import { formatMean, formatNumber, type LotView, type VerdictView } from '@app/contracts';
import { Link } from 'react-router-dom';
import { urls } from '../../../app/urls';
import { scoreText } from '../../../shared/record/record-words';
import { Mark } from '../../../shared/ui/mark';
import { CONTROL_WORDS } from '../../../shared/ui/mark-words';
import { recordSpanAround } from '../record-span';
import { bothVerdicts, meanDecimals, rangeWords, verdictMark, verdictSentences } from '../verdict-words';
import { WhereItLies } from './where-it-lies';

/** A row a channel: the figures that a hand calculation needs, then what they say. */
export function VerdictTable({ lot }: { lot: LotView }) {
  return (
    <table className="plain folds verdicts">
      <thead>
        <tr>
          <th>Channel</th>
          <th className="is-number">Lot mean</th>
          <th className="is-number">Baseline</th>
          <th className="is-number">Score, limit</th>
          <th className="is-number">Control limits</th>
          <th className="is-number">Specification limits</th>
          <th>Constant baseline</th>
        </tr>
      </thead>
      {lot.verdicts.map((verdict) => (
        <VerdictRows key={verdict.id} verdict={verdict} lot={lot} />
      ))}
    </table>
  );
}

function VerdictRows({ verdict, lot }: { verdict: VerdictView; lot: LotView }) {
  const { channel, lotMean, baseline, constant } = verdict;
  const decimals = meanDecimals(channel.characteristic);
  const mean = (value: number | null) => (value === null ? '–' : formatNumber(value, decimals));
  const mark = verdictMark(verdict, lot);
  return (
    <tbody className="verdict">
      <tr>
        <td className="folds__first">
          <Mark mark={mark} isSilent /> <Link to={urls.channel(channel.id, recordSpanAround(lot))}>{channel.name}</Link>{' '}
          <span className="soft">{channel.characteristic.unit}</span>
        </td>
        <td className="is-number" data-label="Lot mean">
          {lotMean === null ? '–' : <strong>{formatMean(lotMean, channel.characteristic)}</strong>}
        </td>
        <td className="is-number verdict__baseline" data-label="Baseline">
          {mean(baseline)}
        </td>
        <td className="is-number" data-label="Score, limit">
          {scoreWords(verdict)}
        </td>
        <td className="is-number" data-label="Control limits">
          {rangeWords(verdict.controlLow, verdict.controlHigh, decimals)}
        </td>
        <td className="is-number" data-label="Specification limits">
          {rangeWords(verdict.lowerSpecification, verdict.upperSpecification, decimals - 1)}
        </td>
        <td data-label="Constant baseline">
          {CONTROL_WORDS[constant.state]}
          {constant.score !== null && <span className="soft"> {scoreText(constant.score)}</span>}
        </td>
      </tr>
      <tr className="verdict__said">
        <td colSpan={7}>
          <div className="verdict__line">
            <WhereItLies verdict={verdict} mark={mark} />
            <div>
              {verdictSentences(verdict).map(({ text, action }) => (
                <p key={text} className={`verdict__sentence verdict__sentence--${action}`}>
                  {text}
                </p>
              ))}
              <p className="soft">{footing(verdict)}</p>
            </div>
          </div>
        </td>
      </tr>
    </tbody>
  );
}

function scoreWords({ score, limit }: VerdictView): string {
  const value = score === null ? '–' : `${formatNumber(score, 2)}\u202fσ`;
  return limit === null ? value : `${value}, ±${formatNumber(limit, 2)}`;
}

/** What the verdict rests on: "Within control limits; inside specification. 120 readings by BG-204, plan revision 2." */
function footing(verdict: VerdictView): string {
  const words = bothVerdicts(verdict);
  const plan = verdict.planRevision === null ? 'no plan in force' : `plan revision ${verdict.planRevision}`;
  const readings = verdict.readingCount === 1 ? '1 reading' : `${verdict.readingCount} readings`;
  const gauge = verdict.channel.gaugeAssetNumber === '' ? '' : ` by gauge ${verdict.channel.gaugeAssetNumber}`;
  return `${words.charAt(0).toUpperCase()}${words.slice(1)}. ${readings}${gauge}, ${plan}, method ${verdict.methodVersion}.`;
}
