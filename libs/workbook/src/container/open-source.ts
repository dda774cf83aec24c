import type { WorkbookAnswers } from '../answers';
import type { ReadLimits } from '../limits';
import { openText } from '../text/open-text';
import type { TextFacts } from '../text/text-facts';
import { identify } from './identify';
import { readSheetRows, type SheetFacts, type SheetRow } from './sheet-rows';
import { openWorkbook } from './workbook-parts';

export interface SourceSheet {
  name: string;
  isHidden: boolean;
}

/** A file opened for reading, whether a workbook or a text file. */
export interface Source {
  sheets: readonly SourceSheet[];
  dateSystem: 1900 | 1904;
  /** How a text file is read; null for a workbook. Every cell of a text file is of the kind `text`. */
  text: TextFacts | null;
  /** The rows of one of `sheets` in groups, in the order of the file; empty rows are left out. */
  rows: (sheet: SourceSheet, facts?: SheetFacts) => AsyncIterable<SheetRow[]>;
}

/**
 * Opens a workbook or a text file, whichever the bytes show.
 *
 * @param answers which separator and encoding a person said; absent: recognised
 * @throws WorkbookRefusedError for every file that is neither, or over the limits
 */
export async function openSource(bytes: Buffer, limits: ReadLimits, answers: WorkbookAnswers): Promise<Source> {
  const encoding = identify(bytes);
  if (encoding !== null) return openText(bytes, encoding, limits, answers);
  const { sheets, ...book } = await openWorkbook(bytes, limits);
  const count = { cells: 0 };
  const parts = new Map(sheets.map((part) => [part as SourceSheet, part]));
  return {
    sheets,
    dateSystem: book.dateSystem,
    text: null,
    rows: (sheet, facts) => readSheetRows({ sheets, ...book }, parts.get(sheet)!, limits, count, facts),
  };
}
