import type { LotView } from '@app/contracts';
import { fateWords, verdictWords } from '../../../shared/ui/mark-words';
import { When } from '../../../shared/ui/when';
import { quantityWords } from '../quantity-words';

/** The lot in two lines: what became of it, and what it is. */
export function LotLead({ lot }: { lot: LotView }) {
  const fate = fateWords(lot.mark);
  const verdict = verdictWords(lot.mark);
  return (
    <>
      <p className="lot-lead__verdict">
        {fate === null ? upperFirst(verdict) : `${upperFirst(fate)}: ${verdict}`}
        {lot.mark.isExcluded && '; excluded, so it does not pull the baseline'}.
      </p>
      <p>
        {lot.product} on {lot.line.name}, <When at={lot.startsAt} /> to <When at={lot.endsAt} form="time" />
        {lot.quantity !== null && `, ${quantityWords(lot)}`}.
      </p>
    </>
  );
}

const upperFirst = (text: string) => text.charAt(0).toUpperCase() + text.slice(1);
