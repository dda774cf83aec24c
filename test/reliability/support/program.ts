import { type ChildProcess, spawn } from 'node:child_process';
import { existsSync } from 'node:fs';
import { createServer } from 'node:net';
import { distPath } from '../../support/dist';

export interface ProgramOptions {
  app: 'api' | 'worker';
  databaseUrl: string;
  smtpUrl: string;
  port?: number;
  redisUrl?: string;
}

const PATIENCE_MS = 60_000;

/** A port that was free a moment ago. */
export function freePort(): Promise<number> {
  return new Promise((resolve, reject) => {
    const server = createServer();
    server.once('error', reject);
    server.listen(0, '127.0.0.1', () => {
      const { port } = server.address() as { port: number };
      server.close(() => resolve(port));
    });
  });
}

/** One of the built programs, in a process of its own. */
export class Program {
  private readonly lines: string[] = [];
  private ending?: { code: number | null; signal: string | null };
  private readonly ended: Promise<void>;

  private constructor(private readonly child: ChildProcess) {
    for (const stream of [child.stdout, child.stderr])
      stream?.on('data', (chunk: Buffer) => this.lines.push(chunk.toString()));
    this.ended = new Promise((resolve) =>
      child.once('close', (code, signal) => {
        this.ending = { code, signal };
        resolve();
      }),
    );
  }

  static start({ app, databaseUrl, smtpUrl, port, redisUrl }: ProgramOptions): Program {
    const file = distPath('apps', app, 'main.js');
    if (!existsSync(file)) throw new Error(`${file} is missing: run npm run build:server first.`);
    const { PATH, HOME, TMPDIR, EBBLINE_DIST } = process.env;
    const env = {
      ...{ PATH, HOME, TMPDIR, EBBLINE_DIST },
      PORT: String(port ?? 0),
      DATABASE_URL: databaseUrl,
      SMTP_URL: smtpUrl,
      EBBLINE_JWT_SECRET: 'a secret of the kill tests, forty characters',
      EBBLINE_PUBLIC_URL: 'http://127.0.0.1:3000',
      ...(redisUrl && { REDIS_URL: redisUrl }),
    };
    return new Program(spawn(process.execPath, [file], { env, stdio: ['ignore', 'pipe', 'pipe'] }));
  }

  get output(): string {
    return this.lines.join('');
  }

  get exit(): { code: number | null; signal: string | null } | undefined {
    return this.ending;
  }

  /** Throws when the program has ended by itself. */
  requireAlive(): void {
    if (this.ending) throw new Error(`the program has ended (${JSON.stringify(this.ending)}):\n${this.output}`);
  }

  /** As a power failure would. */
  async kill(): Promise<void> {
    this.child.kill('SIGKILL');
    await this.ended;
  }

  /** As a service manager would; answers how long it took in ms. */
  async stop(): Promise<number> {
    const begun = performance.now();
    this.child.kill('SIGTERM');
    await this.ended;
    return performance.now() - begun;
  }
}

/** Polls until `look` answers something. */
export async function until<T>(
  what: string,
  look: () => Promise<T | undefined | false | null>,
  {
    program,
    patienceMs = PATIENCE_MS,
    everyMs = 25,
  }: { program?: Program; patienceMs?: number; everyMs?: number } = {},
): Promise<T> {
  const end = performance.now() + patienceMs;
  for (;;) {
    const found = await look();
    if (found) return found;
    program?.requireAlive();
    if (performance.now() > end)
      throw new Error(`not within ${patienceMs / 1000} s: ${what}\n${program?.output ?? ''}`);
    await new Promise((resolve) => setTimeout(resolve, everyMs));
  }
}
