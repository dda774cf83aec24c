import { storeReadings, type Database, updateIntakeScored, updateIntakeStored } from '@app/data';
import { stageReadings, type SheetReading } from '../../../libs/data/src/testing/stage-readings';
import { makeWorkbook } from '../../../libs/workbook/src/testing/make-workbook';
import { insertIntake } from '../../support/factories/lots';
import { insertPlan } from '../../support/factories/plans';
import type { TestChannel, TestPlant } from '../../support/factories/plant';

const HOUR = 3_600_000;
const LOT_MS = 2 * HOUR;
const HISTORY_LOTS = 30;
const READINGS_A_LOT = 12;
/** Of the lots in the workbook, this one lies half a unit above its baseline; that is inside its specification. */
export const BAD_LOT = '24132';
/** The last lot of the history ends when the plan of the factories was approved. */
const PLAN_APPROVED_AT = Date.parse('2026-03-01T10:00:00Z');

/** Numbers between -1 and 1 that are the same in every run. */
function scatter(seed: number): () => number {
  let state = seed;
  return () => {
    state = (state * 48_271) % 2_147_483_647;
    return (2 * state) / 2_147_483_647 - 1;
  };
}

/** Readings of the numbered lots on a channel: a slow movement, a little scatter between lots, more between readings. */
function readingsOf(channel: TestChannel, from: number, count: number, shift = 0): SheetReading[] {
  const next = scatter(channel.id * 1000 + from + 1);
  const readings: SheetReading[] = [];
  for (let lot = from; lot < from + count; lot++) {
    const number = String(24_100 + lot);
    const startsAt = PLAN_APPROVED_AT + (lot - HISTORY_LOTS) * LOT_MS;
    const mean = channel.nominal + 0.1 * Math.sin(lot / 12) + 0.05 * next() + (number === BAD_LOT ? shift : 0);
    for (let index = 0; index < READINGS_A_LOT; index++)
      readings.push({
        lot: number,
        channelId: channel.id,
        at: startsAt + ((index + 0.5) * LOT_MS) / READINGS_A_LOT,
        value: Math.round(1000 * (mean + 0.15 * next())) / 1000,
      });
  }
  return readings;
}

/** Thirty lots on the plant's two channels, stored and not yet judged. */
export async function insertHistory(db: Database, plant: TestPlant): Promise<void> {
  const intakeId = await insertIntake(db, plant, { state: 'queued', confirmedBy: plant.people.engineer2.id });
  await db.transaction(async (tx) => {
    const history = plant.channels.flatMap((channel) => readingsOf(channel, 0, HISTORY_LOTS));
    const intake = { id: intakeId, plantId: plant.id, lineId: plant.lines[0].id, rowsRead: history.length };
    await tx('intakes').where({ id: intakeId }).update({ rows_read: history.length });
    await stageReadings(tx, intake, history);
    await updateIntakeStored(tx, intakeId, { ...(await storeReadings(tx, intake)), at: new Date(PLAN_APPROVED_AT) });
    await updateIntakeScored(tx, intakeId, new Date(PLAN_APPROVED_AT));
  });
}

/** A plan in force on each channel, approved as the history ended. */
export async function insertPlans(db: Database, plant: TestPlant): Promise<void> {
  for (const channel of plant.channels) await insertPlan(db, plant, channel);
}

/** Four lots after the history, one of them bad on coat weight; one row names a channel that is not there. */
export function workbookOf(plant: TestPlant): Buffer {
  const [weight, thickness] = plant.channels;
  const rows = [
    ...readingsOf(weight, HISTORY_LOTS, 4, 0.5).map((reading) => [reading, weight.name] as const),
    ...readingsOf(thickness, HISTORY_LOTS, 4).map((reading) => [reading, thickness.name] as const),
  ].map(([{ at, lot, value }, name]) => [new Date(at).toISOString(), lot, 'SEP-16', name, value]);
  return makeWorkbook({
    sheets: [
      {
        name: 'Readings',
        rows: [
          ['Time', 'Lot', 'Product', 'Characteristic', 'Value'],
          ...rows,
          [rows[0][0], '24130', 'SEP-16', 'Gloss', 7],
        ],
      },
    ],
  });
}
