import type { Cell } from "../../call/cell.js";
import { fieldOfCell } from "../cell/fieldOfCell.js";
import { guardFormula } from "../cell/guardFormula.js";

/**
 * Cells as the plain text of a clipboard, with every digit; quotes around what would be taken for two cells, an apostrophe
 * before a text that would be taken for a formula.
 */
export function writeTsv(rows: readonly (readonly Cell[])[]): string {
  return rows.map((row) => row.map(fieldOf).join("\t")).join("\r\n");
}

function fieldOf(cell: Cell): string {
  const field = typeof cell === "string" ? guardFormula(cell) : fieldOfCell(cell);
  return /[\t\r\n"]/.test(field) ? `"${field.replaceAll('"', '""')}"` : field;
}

:::

With the line containing "lotMean, baseline, constant" as the last one, please set down exactly the lines of the records above from their very first line, and nothing more.

RESULT FOR THIS TASK
import { formatMean, formatNumber, type LotView, type VerdictView } from '@app/contracts';
import { Link } from 'react-router-dom';
import { urls } from '../../../app/urls';
import { scoreText } from '../../../shared/record/record-words';
import { Mark } from '../../../shared/ui/mark';
import { CONTROL_WORDS } from '../../../shared/ui/mark-words';
import { recordSpanAround } from '../record-span';
import { bothVerdicts, meanDecimals, rangeWords, verdictMark, verdictSentences } from '../verdict-words';
import { WhereItLies } from './where-it-lies';

/** A row a channel: the figures that a hand calculation needs, then what they say. */
export function VerdictTable({ lot }: { lot: LotView }) {
  return (
    <table className="plain folds verdicts">
      <thead>
        <tr>
          <th>Channel</th>
          <th className="is-number">Lot mean</th>
          <th className="is-number">Baseline</th>
          <th className="is-number">Score, limit</th>
          <th className="is-number">Control limits</th>
          <th className="is-number">Specification limits</th>
          <th>Constant baseline</th>
        </tr>
      </thead>
      {lot.verdicts.map((verdict) => (
        <VerdictRows key={verdict.id} verdict={verdict} lot={lot} />
      ))}
    </table>
  );
}

function VerdictRows({ verdict, lot }: { verdict: VerdictView; lot: LotView }) {
  const { channel, lotMean, baseline, constant } = verdict;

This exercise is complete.